Dataset entries
________

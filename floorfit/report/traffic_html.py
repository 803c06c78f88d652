"""The fleet traffic section of report.html: passing places, single-lane stretches and widening.

Present only when the check looked at fleet traffic (``result.traffic``). Every text from the
user's files (vehicle and station names, drawing labels, references) is HTML-escaped.
"""

from __future__ import annotations

import html
from collections.abc import Callable
from typing import Any

from floorfit.report.tables import traffic_data

__all__ = ["traffic_section", "TRAFFIC_CAUTIONS"]

#: Cautions printed with the traffic section.
TRAFFIC_CAUTIONS = (
    "Passing is checked for two vehicles exactly abreast, each on its own side, kept the set gap "
    "apart, with the floor between them clear. Real vehicles deviate from their paths and slow "
    "down or stop near each other; fleet managers' traffic rules, people and pedestrian "
    "walkways in the aisle, and loads wider than the outline are not in this check.",
    "The gap between passing vehicles is a setting chosen by the user; the references it can be "
    "taken from are starting points, not law (see Cautions).",
    "A single-lane stretch is not a fault in itself: it asks for a traffic rule (one way, a "
    "waiting place, a reservation of the stretch by the fleet manager) or a wider aisle.",
)


def _e(value: Any) -> str:
    return html.escape("" if value is None else str(value), quote=True)


def _m(value: Any) -> str:
    return "—" if value is None else f"{float(value):.2f} m"


def _pairs(pairs: list) -> str:
    text = ", ".join("–".join(str(n) for n in p) for p in pairs[:4])
    return text + (f" and {len(pairs) - 4} more" if len(pairs) > 4 else "")


def _ends(s: dict, places: dict) -> str:
    items = []
    for e in s["ends"]:
        pl = places.get(e["passing_place"])
        if pl is None:
            items.append("no passing place")
        else:
            where = f" ({pl['label']})" if pl["label"] else ""
            items.append(f"{pl['id']}{where}, {e['distance_m'] or 0:.1f} m away")
    if s["dead_end"]:
        inside = f"; {', '.join(s['stations_inside'])} in it" if s["stations_inside"] else ""
        items.append(f"dead end{inside}")
    return "; ".join(items) or "—"


def traffic_section(result: Any, numbers: dict[str, int], figure_html: str,
                    badge: Callable[[int, str], str]) -> tuple[str, str, str] | None:
    """(anchor, title, inner HTML) of the fleet traffic section, or None without traffic."""
    if getattr(result, "traffic", None) is None:
        return None
    data = traffic_data(result)
    st = data["settings"]
    places = {p["id"]: p for p in data["passing_places"]}
    meets = ", ".join(st["meets"])
    intro = (
        f"<p>Where {_e(st['vehicle'])} can pass another vehicle ({_e(meets)}) along the routes between "
        f"the stations: the two side by side, facing opposite ways, {_m(st['gap_m'])} apart "
        f"(gap: {_e(st['gap_reference'])}), form one outline {_m(st['pair_width_m'])} wide and "
        f"{_m(st['pair_length_m'])} long, checked like a vehicle of its own "
        f"(within {st['tolerance_m'] * 1000:.0f} mm; lengths within {st['sample_step_m']:.2f} m). "
        f"{st['station_pairs_routed']} station pair routes, {st['route_length_m']:.1f} m in all, were "
        f"looked at. Aisles {'may' if st['one_way'] else 'may not'} be run one way"
        f"{': stretches on a loop are listed but are no finding' if st['one_way'] else ''}.</p>")
    rows = []
    for s in data["stretches"]:
        num = s.get("finding_number")
        mark = badge(num, "single-lane") if num else '<span class="muted">one-way</span>'
        widen = _m(s["widening_m"]) if s["widening_m"] > 0 else "— (not the width: a bend or obstacles)"
        rows.append(
            f"<tr><td>{mark}</td><td class=\"id\">{_e(s['id'])}</td><td>{_e(s['label']) or '—'}</td>"
            f"<td class=\"num\">{s['length_m']:.1f}</td><td class=\"num\">{s['clear_width_m']:.2f}</td>"
            f"<td class=\"num\">{s['needed_width_m']:.2f}</td><td>{_e(widen)}</td>"
            f"<td>{_e(_pairs(s['pairs']))}</td><td>{_e(_ends(s, places))}</td></tr>")
    if rows:
        table = ('<div class="scroll"><table class="findings"><thead><tr><th>#</th><th>stretch</th>'
                 '<th>where</th><th class="num">length (m)</th><th class="num">width it has (m)</th>'
                 '<th class="num">passing needs (m)</th><th>widen by</th><th>station pairs</th>'
                 "<th>ends</th></tr></thead><tbody>" + "".join(rows) + "</tbody></table></div>")
    else:
        table = '<p class="muted">No single-lane stretch: two vehicles can pass each other all along the routes.</p>'
    prow = "".join(
        f"<tr><td class=\"id\">{_e(p['id'])}</td><td>{_e(p['label']) or '—'}</td>"
        f"<td class=\"num\">{p['x']:.2f}</td><td class=\"num\">{p['y']:.2f}</td>"
        f"<td class=\"num\">{p['length_m']:.1f}</td><td>{_e(_pairs(p['pairs']))}</td></tr>"
        for p in data["passing_places"])
    ptable = ('<div class="scroll"><table><thead><tr><th>place</th><th>where</th><th class="num">x (m)</th>'
              '<th class="num">y (m)</th><th class="num">along the route (m)</th><th>station pairs</th></tr>'
              "</thead><tbody>" + prow + "</tbody></table></div>") if prow else \
        '<p class="muted">No passing place along the routes.</p>'
    cautions = "".join(f"<li>{_e(c)}</li>" for c in TRAFFIC_CAUTIONS)
    inner = (intro + figure_html
             + "<h3>Single-lane stretches and the widening that makes them two-way</h3>"
             + "<p>Widening is the width passing needs less the narrowest clear width across the "
               "stretch, for a straight stretch; add the stated tolerance when checking a design.</p>"
             + table + "<h3>Passing places</h3>" + ptable
             + f'<div class="caution"><ul>{cautions}</ul></div>'
             + '<p class="muted">The same tables are in traffic.csv and findings.json; overlay.dxf holds '
               "them on the FF-TRAF-* layers.</p>")
    return "traffic", "Fleet traffic", inner
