CSS = """
:root { --ink:#1b1f24; --muted:#5b6470; --rule:#d9dde2; --band:#1e3142; --paper:#ffffff;
  --soft:#f4f6f8; --ok:#13876a; --ok-bg:#e3f3ee; --bad:#c8441c; --bad-bg:#fbe9e3; }
* { box-sizing: border-box; }
html { font-size: 15px; }
body { margin: 0; color: var(--ink); background: #eef1f4;
  font-family: system-ui, -apple-system, "Segoe UI", Roboto, "Helvetica Neue", Arial, sans-serif;
  line-height: 1.45; }
.page { max-width: 1100px; margin: 0 auto; background: var(--paper); padding: 0 0 2rem; }
header.top { background: var(--band); color: #fff; padding: 1.4rem 2rem 1.2rem; }
header.top .kicker { text-transform: uppercase; letter-spacing: .12em; font-size: .75rem; opacity: .75; }
header.top h1 { margin: .25rem 0 .4rem; font-size: 1.7rem; line-height: 1.2; }
header.top .meta { font-size: .85rem; opacity: .9; overflow-wrap: anywhere; }
header.top code { background: rgba(255,255,255,.14); color: #fff; }
main { padding: 0 2rem; }
section { margin-top: 1.8rem; }
h2 { font-size: 1.25rem; border-bottom: 2px solid var(--band); padding-bottom: .2rem; margin: 0 0 .8rem; }
h3 { font-size: 1.02rem; margin: 1.1rem 0 .4rem; }
p { margin: .4rem 0 .7rem; }
.muted { color: var(--muted); }
.verdict { margin-top: 1.4rem; border: 1px solid var(--rule); border-left: 10px solid var(--bad);
  background: var(--bad-bg); padding: 1rem 1.3rem; border-radius: 4px; }
.verdict.pass { border-left-color: var(--ok); background: var(--ok-bg); }
.verdict .word { font-size: 1.6rem; font-weight: 800; letter-spacing: .02em; }
.verdict.fail .word { color: var(--bad); }
.verdict.pass .word { color: var(--ok); }
.verdict ul { margin: .3rem 0 0; padding-left: 1.2rem; }
.chips { display: flex; flex-wrap: wrap; gap: .5rem; margin: .6rem 0; }
.chip { background: #fff; border: 1px solid var(--rule); border-radius: 999px;
  padding: .15rem .7rem; font-size: .9rem; }
.chip .n { font-weight: 700; }
nav.toc { margin-top: 1rem; font-size: .9rem; display: flex; flex-wrap: wrap; gap: .2rem 1.1rem; }
nav.toc a { color: var(--band); white-space: nowrap; }
table { border-collapse: collapse; width: 100%; font-size: .88rem; }
th, td { border-bottom: 1px solid var(--rule); padding: .3rem .45rem; text-align: left; vertical-align: top; }
th { background: var(--soft); font-weight: 600; }
td.num, th.num { text-align: right; font-variant-numeric: tabular-nums; white-space: nowrap; }
table.kv th { width: 30%; background: none; font-weight: 500; color: var(--muted); }
.two { display: grid; grid-template-columns: 1fr 1fr; gap: 1.5rem; align-items: start; }
figure { margin: .6rem 0 1rem; }
figure img { display: block; max-width: 100%; height: auto; margin: 0 auto; border: 1px solid var(--rule); }
figure.wide img { width: 100%; }
figcaption { font-size: .85rem; color: var(--muted); margin-top: .35rem; }
.badge { display: inline-block; min-width: 1.9em; padding: .05rem .35rem; border-radius: 4px; color: #fff;
  font-weight: 700; text-align: center; font-size: .85rem; white-space: nowrap; }
.kind { white-space: nowrap; }
table.reach { width: auto; min-width: 50%; }
table.reach td, table.reach th { text-align: center; min-width: 4.5rem; }
td.id { white-space: nowrap; }
.scroll { overflow-x: auto; }
table.reach th.row { text-align: left; }
table.reach td.yes { background: var(--ok-bg); color: var(--ok); font-weight: 700; }
table.reach td.no { background: var(--bad-bg); color: var(--bad); font-weight: 700; }
table.reach td.self { color: #aab; }
table.reach td.unknown { background: #f3f3f3; color: #666; }
.legend-line { font-size: .85rem; color: var(--muted); }
.swatch { display: inline-block; width: 1em; height: 1em; border: 1px solid #999;
  vertical-align: -0.15em; margin-right: .3em; }
dl.defs dt { font-weight: 700; margin-top: .6rem; }
dl.defs dd { margin: .15rem 0 0 0; }
.caution { border: 1px solid #e0c48a; background: #fff8e8; border-radius: 4px; padding: .6rem 1rem; }
.caution li { margin: .3rem 0; }
footer { margin: 2rem 2rem 0; padding-top: .6rem; border-top: 1px solid var(--rule);
  font-size: .8rem; color: var(--muted); }
code { font-size: .9em; background: var(--soft); padding: 0 .2em; border-radius: 3px;
  overflow-wrap: anywhere; }
@media (max-width: 760px) { .two { grid-template-columns: 1fr; } main { padding: 0 1rem; } }
@media print {
  html { font-size: 10.5pt; }
  body { background: #fff; }
  .page { max-width: none; padding: 0; }
  header.top, .verdict, .badge, table.reach td, .swatch, th {
    -webkit-print-color-adjust: exact; print-color-adjust: exact; }
  header.top { padding: .8rem 1rem; }
  main { padding: 0; }
  nav.toc { display: none; }
  section { break-inside: auto; }
  h2, h3 { break-after: avoid; }
  figure { break-inside: avoid; }
  figure img { max-height: 185mm; width: auto; max-width: 100%; }
  figure.wide img { width: auto; }
  .keep { break-inside: avoid; }
  .scroll { overflow: visible; }
  tr { break-inside: avoid; }
  thead { display: table-header-group; }
  a { color: inherit; text-decoration: none; }
}
@page { margin: 12mm; }
"""
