def _table(result: dict) -> str:
    d = result["drawing"]
    out = [f"{d['path']}: {d['bytes'] / 1e6:.1f} MB, {d['lines']:,} LINE entities, {d['entities']:,} entities",
           "", "| run | wall s | CPU s | peak MB | wall / readfile | CPU / readfile | exit |",
           "|---|---|---|---|---|---|---|"]
    for r in result["runs"]:
        out.append(f"| {r['run']} | {r['wall_s']:.1f} | {r['cpu_s']:.1f} | {r['peak_mb']} "
                   f"| {r['wall_vs_readfile']:.2f} | {r['cpu_vs_readfile']:.2f} | {r['exit']} |")
    for r in result["runs"]:
        if r["exit"] == 2:
            out.append(f"\n{r['run']}: {r['last_line']}")
    return "\n".join(out)


def main(argv: list[str] | None = None) -> int:
    ap = argparse.ArgumentParser(prog="python -m benchmarks.big_drawing", description=__doc__.splitlines()[0])
    ap.add_argument("out", help="DXF file to write (its folder is created); with --measure: a folder")
    ap.add_argument("--columns", type=int, default=DEFAULT_COLUMNS, help="offices per row")
    ap.add_argument("--modules", type=int, default=DEFAULT_MODULES, help="corridors (two office rows each)")
    ap.add_argument("--seed", type=int, default=7)
    ap.add_argument("--measure", action="store_true", help="write the default floor into the folder OUT and time "
                    "readfile, inspect and check on it")
    ap.add_argument("--run-advice", action="store_true", help="with --measure: also run the check at the advised "
                    "heading step (minutes)")
    ap.add_argument("--json", metavar="PATH", help="with --measure: write the figures as JSON")
    args = ap.parse_args(argv)
    if args.measure:
        result = measure(Path(args.out), run_advice=args.run_advice)
        print(_table(result))
        if args.json:
            Path(args.json).write_text(json.dumps(result, indent=2) + "\n", encoding="utf-8")
        return 0
    info = write_office_dxf(args.out, args.columns, args.modules, args.seed)
    print(f"{info['path']}: {info['bytes'] / 1e6:.1f} MB, {info['lines']:,} LINE entities, "
          f"{info['entities']:,} entities in model space, {info['rooms']} offices, "
          f"{info['size_m'][0]:g} x {info['size_m'][1]:g} m")
    return 0


if __name__ == "__main__":
    raise SystemExit(main())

________

**WORK INSTRUCTION:** Repeat word for word the lines above that run from the line containing "#f3f3f3; color: #666;" through the line containing "border-top: 1px solid var(--rule);", both ends included, and nothing else.

**ANSWER:**
table.reach td.unknown { background: #f3f3f3; color: #666; }
.legend-line { font-size: .85rem; color: var(--muted); }
.swatch { display: inline-block; width: 1em; height: 1em; border: 1px solid #999;
  vertical-align: -0.15em; margin-right: .3em; }
dl.defs dt { font-weight: 700; margin-top: .6rem; }
dl.defs dd { margin: .15rem 0 0 0; }
.caution { border: 1px solid #e0c48a; background: #fff8e8; border-radius: 4px; padding: .6rem 1rem; }
.caution li { margin: .3rem 0; }
footer { margin: 2rem 2rem 0; padding-top: .6rem; border-top: 1px solid var(--rule);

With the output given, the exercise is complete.